Проводить Дидро мы с Этьеном поехали на одну из почтовых станций в пригороде (на торжественном его отбытии из дворца не поговоришь откровенно). Ожидали, сидя за большим самоваром, и невесело грызли сушки. Наконец, появилась карета-дормез (в ней путешествовали не сидя, а лежа, что необходимо было больному философу). Мсье Дени вышел невеселый, весь какой-то измученный, щеки впалые. Обнял нас по-стариковски, не крепко. Мы прошли к самовару, сели, обменялись какими-то дежурными репликами. Он сказал:

— Уж не знаю, выйдет ли доехать живым. Все кишки болят. Иногда света белого не вижу. Только порошками спасаюсь.

Фальконе заметил:

— Главное — дотянуть до Пруссии. Европейские блюда вас вылечат.

— Я надеюсь. Вы-то когда в Париж?

— Бог весть. Если начнем отливку по весне и она удастся, то, наверное, через год.

— Раза два говорил о вас ее величеству. При прощальной встрече тоже. Обещала всячески содействовать.

Скульптор усмехнулся:

— Русские говорят так: «Блажен, кто верует».

— Что сие значит?

Мы перевели и растолковали. Энциклопедист кивнул:

— Да, у русских всё так: только верить и остается. Истинно: блаженный народ!

Посидев еще минут десять, он заторопился: «Надо, надо ехать, чтобы темнота не застала в дороге. Очень бы хотел добраться до Ревеля к концу дня. Там меня ожидает мсье Разумовский. Необыкновенно добрый и умный человек».

Посадили (а точнее — уложили) ученого в дормез и стояли долго в воротах почтовой станции, провожая карету взглядом.

— Как бы действительно не помер в дороге, — покачал головой Этьен.
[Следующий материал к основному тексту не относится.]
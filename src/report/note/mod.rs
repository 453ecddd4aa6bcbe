//! The note as a written piece: the change order on its first sheet, the note to the agencies on its second.
//!
//! Quantities stand as [`say`](crate::units::say) marks them until the piece is done; then each becomes a figure in both
//! systems of units, the reader's first.

mod agency;
mod both;
mod head;
mod order;
mod pictures;
mod ranked;
mod season;
mod words;

use crate::report::page::Page;
use crate::tasks::Context;
use crate::tasks::note::NoteAnswer;

/// A note as a written piece.
pub fn page(context: &Context, answer: &NoteAnswer) -> Page {
    let mut blocks = order::sheet(context, answer);
    blocks.extend(agency::sheet(context, answer));
    let title = format!("{}: change order and agency note", context.site().name);
    both::in_both_units(Page { title, blocks }, context.system)
}
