//! The pool as layers that move with their water.
//!
//! A layer is a volume of one water; where it lies follows from the volumes below it and the pool table.
//!
//! Methods: `docs/methods.md`, section 8.

use chrono::{DateTime, FixedOffset};

use crate::profile::{Column, OxygenSample, Profile, Sample};
use crate::site::{Pool, Site};
use crate::water::{self, CP_REF_J_KG_K, RHO_REF_KG_M3};

/// Slices of a layer over which the water of a cast is averaged (choice).
const SLICES: usize = 16;

/// A layer of one water.
#[derive(Debug, Clone, Copy, PartialEq)]
pub struct Layer {
    /// Volume, m3.
    pub volume_m3: f64,
    /// Temperature, C.
    pub temperature_c: f64,
    /// Oxygen, mg/L; read only where [`Layers::has_oxygen`] holds.
    pub oxygen_mg_l: f64,
    /// Dissolved solids, g/kg.
    pub salt_g_per_kg: f64,
    /// Suspended solids, mg/L.
    pub suspended_mg_l: f64,
}

impl Layer {
    /// Density of its water at the pressure of the surface, kg/m3; `grain_kg_m3` that of suspended grains.
    pub fn density_kg_m3(&self, grain_kg_m3: f64) -> f64 {
        water::density_kg_m3(self.temperature_c, self.salt_g_per_kg, self.suspended_mg_l, grain_kg_m3)
    }

    /// Heat above 0 C, J, with fixed density and specific heat: so mixing keeps it.
    pub fn heat_j(&self) -> f64 {
        RHO_REF_KG_M3 * CP_REF_J_KG_K * self.volume_m3 * self.temperature_c
    }

    /// Both waters as one: volumes add up, all else by volume.
    #[must_use]
    pub fn joined(&self, other: &Self) -> Self {
        let volume_m3 = self.volume_m3 + other.volume_m3;
        let share = if volume_m3 > 0.0 { other.volume_m3 / volume_m3 } else { 0.0 };
        // equal waters stay as they are, to the last digit
        let mean = |a: f64, b: f64| a + share * (b - a);
        Self {
            volume_m3,
            temperature_c: mean(self.temperature_c, other.temperature_c),
            oxygen_mg_l: mean(self.oxygen_mg_l, other.oxygen_mg_l),
            salt_g_per_kg: mean(self.salt_g_per_kg, other.salt_g_per_kg),
            suspended_mg_l: mean(self.suspended_mg_l, other.suspended_mg_l),
        }
    }

    /// As much of this water.
    #[must_use]
    pub(super) fn part(&self, volume_m3: f64) -> Self {
        Self { volume_m3, ..*self }
    }
}

/// The pool as layers, from the bed up.
#[derive(Debug, Clone, PartialEq)]
pub struct Layers {
    /// From the bed up.
    pub layers: Vec<Layer>,
    /// Whether oxygen is known.
    pub has_oxygen: bool,
    /// Wanted thickness, m: thinner than half joins a neighbour, thicker than twice is cut.
    pub thickness_m: f64,
}

impl Layers {
    /// The water of a cast, in layers of a thickness (m): each the mean of the cast over its volume. Below the lowest
    /// reading of oxygen, and above the highest, its value is held. `None` for a pool without water.
    pub fn of_profile(site: &Site, profile: &Profile, thickness_m: f64) -> Option<Self> {
        let (pool, column) = (&site.pool, &profile.column);
        let (bed, surface) = (column.bed_m(), column.surface_m());
        if surface <= bed || pool.volume_m3(surface) <= pool.volume_m3(bed) || thickness_m <= 0.0 {
            return None;
        }
        let count = ((surface - bed) / thickness_m).round().max(1.0);
        let (first, last) = (profile.oxygen.first(), profile.oxygen.last());
        let oxygen_at = |z: f64, read: Option<f64>| {
            let held = if first.is_some_and(|o| z < o.elevation_m) { first } else { last };
            read.or_else(|| held.map(|o| o.oxygen_mg_l)).unwrap_or(0.0)
        };
        let step = (surface - bed) / (count * SLICES as f64);
        let mut layers = Vec::new();
        let mut slice = 0.0;
        let mut below = pool.volume_m3(bed);
        while slice < count * SLICES as f64 {
            let mut layer: Option<Layer> = None;
            for _ in 0..SLICES {
                let z = bed + (slice + 0.5) * step;
                slice += 1.0;
                let above = pool.volume_m3(bed + slice * step);
                let read = column.reading(z);
                let water = Layer {
                    volume_m3: above - below,
                    temperature_c: read.temperature_c,
                    oxygen_mg_l: oxygen_at(z, read.oxygen_mg_l),
                    salt_g_per_kg: read.salt_g_per_kg,
                    suspended_mg_l: read.suspended_mg_l,
                };
                below = above;
                layer = Some(layer.map_or(water, |l| l.joined(&water)));
            }
            layers.extend(layer.filter(|l| l.volume_m3 > 0.0));
        }
        Some(Self { layers, has_oxygen: first.is_some(), thickness_m })
    }

    /// Volume, m3.
    pub fn volume_m3(&self) -> f64 {
        self.layers.iter().map(|l| l.volume_m3).sum()
    }

    /// Heat above 0 C, J.
    pub fn heat_j(&self) -> f64 {
        self.layers.iter().map(Layer::heat_j).sum()
    }

    /// Edges of the layers from the bed to the surface, m: one more than there are layers. Held at the top of the
    /// pool table.
    pub fn edges_m(&self, pool: &Pool) -> Vec<f64> {
        let mut edges = Vec::with_capacity(self.layers.len() + 1);
        edges.push(pool.bed_m);
        let mut below = pool.volume_m3(pool.bed_m);
        for layer in &self.layers {
            below += layer.volume_m3;
            edges.push(elevation_m(pool, below));
        }
        edges
    }

    /// The surface, m.
    pub fn pool_m(&self, pool: &Pool) -> f64 {
        elevation_m(pool, pool.volume_m3(pool.bed_m) + self.volume_m3())
    }

    /// The column as withdrawal and intake see it: linear between the middles of the layers.
    pub fn column(&self, site: &Site) -> Option<Column> {
        let (samples, oxygen, surface) = self.samples(site);
        Profile::column_of(site, surface, &samples, &oxygen)
    }

    /// The same as a cast at a moment, for what asks one.
    pub fn profile(&self, site: &Site, at: DateTime<FixedOffset>) -> Option<Profile> {
        let (samples, oxygen, pool_m) = self.samples(site);
        let column = Profile::column_of(site, pool_m, &samples, &oxygen)?;
        Some(Profile {
            file: String::from("the season's pool"),
            taken: Some(at),
            pool_m,
            lines: (1..=samples.len()).collect(),
            has_solids: samples.iter().any(|s| s.salt_g_per_kg > 0.0 || s.suspended_mg_l > 0.0),
            samples,
            oxygen,
            column,
            large_inversion: false,
            flags: Vec::new(),
        })
    }

    /// Samples at the middles of the layers, and the surface. A single layer is sampled at bed and surface, since two
    /// samples make a cast.
    fn samples(&self, site: &Site) -> (Vec<Sample>, Vec<OxygenSample>, f64) {
        let edges = self.edges_m(&site.pool);
        let surface = edges.last().copied().unwrap_or(site.pool.bed_m);
        let single = self.layers.len() == 1;
        let places: Vec<(f64, &Layer)> = if single {
            edges.iter().zip(self.layers.iter().cycle()).map(|(z, l)| (*z, l)).collect()
        } else {
            edges.windows(2).zip(&self.layers).map(|(e, l)| (0.5 * (e[0] + e[1]), l)).collect()
        };
        let sample = |&(elevation_m, layer): &(f64, &Layer)| Sample {
            elevation_m,
            temperature_c: layer.temperature_c,
            salt_g_per_kg: layer.salt_g_per_kg,
            suspended_mg_l: layer.suspended_mg_l,
        };
        let read = |&(elevation_m, layer): &(f64, &Layer)| OxygenSample {
            elevation_m,
            oxygen_mg_l: layer.oxygen_mg_l,
        };
        let oxygen = if self.has_oxygen { places.iter().map(read).collect() } else { Vec::new() };
        (places.iter().map(sample).collect(), oxygen, surface)
    }

    /// Volume colder than a temperature (C) between two elevations (m), m3: layers count as a whole or by their part.
    pub fn colder_m3(&self, pool: &Pool, threshold_c: f64, from_m: f64, to_m: f64) -> f64 {
        let edges = self.edges_m(pool);
        let part = |(ends, layer): (&[f64], &Layer)| {
            let (low, high) = (ends[0].max(from_m), ends[1].min(to_m));
            if layer.temperature_c >= threshold_c || high <= low {
                0.0
            } else if low <= ends[0] && high >= ends[1] {
                layer.volume_m3
            } else {
                pool.volume_m3(high) - pool.volume_m3(low)
            }
        };
        edges.windows(2).zip(&self.layers).map(part).sum()
    }
}

/// Elevation below which a volume of the pool table stands, m; held at its ends.
pub(super) fn elevation_m(pool: &Pool, volume_m3: f64) -> f64 {
    let beyond = || if volume_m3 > pool.volume_m3(pool.bed_m) { pool.top_m() } else { pool.bed_m };
    pool.elevation_of_volume_m(volume_m3).unwrap_or_else(beyond).max(pool.bed_m)
}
— Будем молиться о его здравии.

(Забегая вперед, скажу, что, действительно, Дидро доехал благополучно, и судьбой ему было уготовано жить еще десять лет.)

10

Дальше тянуть было невозможно: мэтр наверняка бы заметил мой округляющийся животик, — и решились с Пьером объясниться в первых числах марта 1774 года. Пьер слегка выпил «для храбрости» и казался невозмутимым, только щеки более румяные, чем обычно, и глаза блестят особенно ярко. Фальконе-старший находился у себя в кабинете и сидел за письменным столом (как потом выяснилось, отвечал на послание Лемуана из Парижа). Мы вошли и встали напротив, словно непослушные школьники, вызванные директором для нравоучений. Скульптор поднял на нас глаза, снял очки и спросил в недоумении:

— Что случилось, Пьер, Мари?

Ничего не говоря, дружно опустились перед ним на колени (очевидно, со стороны это выглядело довольно комично). Наконец Фальконе-младший проговорил:

— Ах, папа, мы пришли покаяться…

Заподозрив неладное, тот негромко выдохнул:

— В чем покаяться?

— Не смогли удержаться от соблазна… искушения… стали очень близки друг другу… и теперь Мари от меня ждет ребенка…
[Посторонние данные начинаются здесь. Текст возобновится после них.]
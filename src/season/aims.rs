//! What thrift asks of a day: warmer water than is preferred, by a share of the way to the top of the range.
//!
//! Methods: `docs/methods.md`, section 8.

use chrono::NaiveDate;

use crate::mix::Day;
use crate::site::Site;
use crate::target::Today;

/// Below the top of a range without a bottom, the middle is taken to lie so far, C (choice).
const BELOW_HIGH_C: f64 = 2.0;

/// The aim of a date, of aims that each hold so many days from the first decision on; the last holds on.
pub(super) fn aim_on(aims: &[f64], decides: NaiveDate, every: u32, date: NaiveDate) -> f64 {
    let passed = (date - decides).num_days().max(0) / i64::from(every.max(1));
    let at = usize::try_from(passed).unwrap_or(usize::MAX).min(aims.len().saturating_sub(1));
    aims.get(at).copied().unwrap_or(0.0)
}

/// A day whose hard rules prefer water warmer by an aim: 0 leaves what they prefer, 1 prefers the top of their range.
pub(super) fn asking(day: Day, site: &Site, aim: f64) -> Day {
    if aim <= 0.0 {
        return day;
    }
    day.asking(site, |rule| {
        let is_hard = site.targets.get(rule.target).is_some_and(|target| !target.soft);
        if let (true, Ok(today)) = (is_hard, &mut rule.today) {
            today.preferred_c = aimed_c(today, aim).or(today.preferred_c);
        }
    })
}

/// What is preferred with an aim, C; `None` for a rule without a top.
fn aimed_c(today: &Today, aim: f64) -> Option<f64> {
    let high = today.high_c?;
    let middle = today.low_c.map_or(high - BELOW_HIGH_C, |low| 0.5 * (low + high));
    let preferred = today.preferred_c.unwrap_or(middle);
    Some(preferred + aim * (high - preferred))
}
Мы понуро склонили головы. В кабинете повисло тягостное молчание. Первым его нарушил родитель Пьера, проворчав:

— Так и знал, что этим когда-нибудь кончится. Как говорится, пустили козла в огород… — Он поднялся, вышел из-за стола и прошелся по кабинету, огибая нас то справа, то слева. Встал к окну и, взирая на Невский проспект, сухо бросил: — Обесчестил девушку — так женись.

Сын, естественно, оживился:

— Ты благословляешь?

Обернувшись, Этьен произнес сквозь губы:

— У меня есть выбор? Да, благословляю. Чтобы внук мой не оказался бастардом. — Подошел и положил руки нам на темечки. — Раз уж так сложилось… по воле Господа… Будьте счастливы, дети мои… Если будете счастливы — я за вас порадуюсь, говорю искренне. Я люблю вас обоих. И поэтому ваше счастье — и мое счастье. Старики должны уступать дорогу молодым. — И перекрестил нас.
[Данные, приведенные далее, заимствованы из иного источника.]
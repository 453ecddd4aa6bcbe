//! How well the release was foreseen, where it was not and why that may be, what another way would have done, and what the
//! record teaches.

use chrono::Month;

use crate::record::Score;
use crate::report::page::{Block, Table};
use crate::report::text::log::{count, learning as teaches, left_out, level_name, signed, span};
use crate::report::text::river::degree_days;
use crate::tasks::Context;
use crate::tasks::log::{Scored, Spell};
use crate::tasks::report::ReportAnswer;
use crate::units::{Dimension, figure, in_system};

use super::cells;
use super::decided::score_cells;

/// Spells told (choice: the report is to stay short).
const SPELLS: usize = 5;

/// The scores, together and by level, flow and month; then the days that are in none of them.
pub(super) fn blocks(context: &Context, answer: &ReportAnswer) -> Vec<Block> {
    let (site, system, past) = (context.site(), context.system, &answer.past);
    let mut out = Vec::new();
    if past.temperature.all.n == 0 && past.oxygen.all.n == 0 {
        out.push(Block::Words("No day can be held against the gauge below the dam.".to_owned()));
    } else {
        let mut rows = Vec::new();
        let mut row = |name: String, warmth: Option<&Score>, breath: Option<&Score>| {
            let mut cells = vec![name];
            cells.extend(score_cells(warmth, false, system));
            cells.extend(score_cells(breath, true, system));
            rows.push(cells);
        };
        row("all days".into(), Some(&past.temperature.all), Some(&past.oxygen.all));
        if let Some((warmth, breath)) = &past.with_applied {
            row("with what is applied of the learned".into(), Some(warmth), Some(breath));
        }
        if let Some((warmth, breath)) = &past.with_learned {
            row("with what is learned, fitted on these days".into(), Some(warmth), Some(breath));
        }
        for (level, score) in &past.temperature.by_level {
            let breath = past.oxygen.by_level.iter().find(|other| other.0 == *level).map(|other| &other.1);
            row(format!("most from {}", level_name(site, *level)), Some(score), breath);
        }
        let unit = system.unit(Dimension::Flow);
        for (at, class) in past.temperature.by_flow.iter().enumerate() {
            let [low, high] = [class.flow_m3s.0, class.flow_m3s.1].map(|m3s| figure(m3s, unit, 1));
            let breath = past.oxygen.by_flow.get(at).map(|class| &class.score);
            row(format!("{low} to {high} {}", unit.symbol()), Some(&class.score), breath);
        }
        for (month, score) in &past.temperature.by_month {
            let name =
                u8::try_from(*month).ok().and_then(|m| Month::try_from(m).ok()).map_or("", |m| m.name());
            let breath = past.oxygen.by_month.iter().find(|other| other.0 == *month).map(|other| &other.1);
            row(name.to_owned(), Some(score), breath);
        }
        out.push(Block::Table(Table {
            caption: "The gauge below the dam beside what is computed for each day from the newest cast and the gates as \
                      they were logged, with nothing learned: mean and root mean square of the difference, share of days \
                      inside the 10-90 % band"
                .to_owned(),
            head: cells(&[
                "Days", "n", "Bias", "RMSE", "Inside", "Oxygen n", "Bias", "RMSE", "Inside",
            ]),
            rows,
            right: (1..9).collect(),
        }));
    }
    let left = left_out(past);
    if !left.is_empty() {
        out.push(Block::Words("Days left out of these figures and of learning:".to_owned()));
        out.push(Block::List(left));
    }
    out
}

/// Spells outside the band, the farthest of them, each with the likeliest cause.
pub(super) fn spells(context: &Context, answer: &ReportAnswer) -> Vec<Block> {
    let system = context.system;
    let mut told: Vec<&Spell> = answer.past.spells.iter().collect();
    let size = |spell: &Spell| spell.outside as f64 * spell.off_c.abs();
    told.sort_by(|a, b| size(b).total_cmp(&size(a)));
    let more = told.len().saturating_sub(SPELLS);
    told.truncate(SPELLS);
    told.sort_by_key(|spell| spell.days);
    let mut rows: Vec<String> = told
        .into_iter()
        .map(|spell| {
            let what = format!(
                "{}: outside on {}, the gauge {} beside what was expected",
                span(spell.days),
                count(spell.outside),
                signed(spell.off_c, system)
            );
            let cause = spell.causes.first().and_then(|cause| Some((cause.name, cause.speaks_for.first()?)));
            match cause {
                None => format!("{what}; nothing speaks for a cause"),
                Some((name, evidence)) => {
                    format!("{what}; may be: {name} ({})", in_system(evidence, system))
                }
            }
        })
        .collect();
    if more > 0 {
        rows.push(format!(
            "{more} smaller ones more: gatemix log tells all, with what speaks for and against"
        ));
    }
    if rows.is_empty() { Vec::new() } else { vec![Block::List(rows)] }
}

/// The season as set beside doing nothing, perfect hindsight and the gauge.
pub(super) fn hindcast(context: &Context, answer: &ReportAnswer) -> Vec<Block> {
    let system = context.system;
    let of = match &answer.past.hindcast {
        Err(why) => return vec![Block::Words(format!("Not done: {}.", in_system(why, system)))],
        Ok(of) => of,
    };
    let row = |scored: &Scored| {
        vec![
            scored.name.clone(),
            scored.days_outside.to_string(),
            scored.judged.to_string(),
            degree_days(scored.degree_days_c, system),
            scored.lost.to_string(),
        ]
    };
    let all = [Some(&of.as_set), Some(&of.nothing), Some(&of.hindsight), of.observed.as_ref()];
    vec![
        Block::Table(Table {
            caption: format!(
                "{}, inflow by plan {}: days outside the hard targets at the dam, as the program computes the pool",
                span(of.days),
                of.plan
            ),
            head: cells(&["Way", "Outside", "Judged", "Sum outside", "Not reached"]),
            rows: all.into_iter().flatten().map(row).collect(),
            right: vec![1, 2, 3, 4],
        }),
        Block::Words(
            "Hindsight saw all that came: it is no evidence of what could have been known.".to_owned(),
        ),
    ]
}

/// What the record teaches, up to the date of the report, and whether it is applied.
pub(super) fn learning(context: &Context, answer: &ReportAnswer) -> Vec<Block> {
    let lines = teaches(context, &answer.past);
    if lines.is_empty() {
        return Vec::new();
    }
    let applied = match answer.past.with_applied {
        None => "Nothing of it is applied: the site file names nothing of it.",
        Some(_) => {
            "What the site file names of it is applied; the scores above show the days with and without it."
        }
    };
    vec![Block::List(lines), Block::Words(applied.to_owned())]
}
Мы поднялись и обняли его. Я старалась сдерживать рыдания, и Этьен, по-видимому, тоже. Только Пьер сиял, как начищенная медная пуговица. Фальконе-старший поцеловал нас целомудренно, по-отечески и махнул рукой:

— Ну, ступайте, ступайте. Мне необходимо побыть одному.

Поблагодарив его за оказанную милость, мы ушли. Наконец я расплакалась почти в голос, а мой будущий муж, гладя мое плечо, только повторял:

Перейти на страницу:

Все книги серии Всемирная история в романах

Карл Брюллов
Карл Брюллов

Карл Павлович Брюллов (1799–1852) родился 12 декабря по старому стилю в Санкт-Петербурге, в семье академика, резчика по дереву и гравёра французского происхождения Павла Ивановича Брюлло. С десяти лет Карл занимался живописью в Академии художеств в Петербурге, был учеником известного мастера исторического полотна Андрея Ивановича Иванова. Блестящий студент, Брюллов получил золотую медаль по классу исторической живописи. К 1820 году относится его первая известная работа «Нарцисс», удостоенная в разные годы нескольких серебряных и золотых медалей Академии художеств. А свое главное творение — картину «Последний день Помпеи» — Карл писал более шести лет. Картина была заказана художнику известнейшим меценатом того времени Анатолием Николаевичем Демидовым и впоследствии подарена им императору Николаю Павловичу.Член Миланской и Пармской академий, Академии Святого Луки в Риме, профессор Петербургской и Флорентийской академий художеств, почетный вольный сообщник Парижской академии искусств, Карл Павлович Брюллов вошел в анналы отечественной и мировой культуры как яркий представитель исторической и портретной живописи.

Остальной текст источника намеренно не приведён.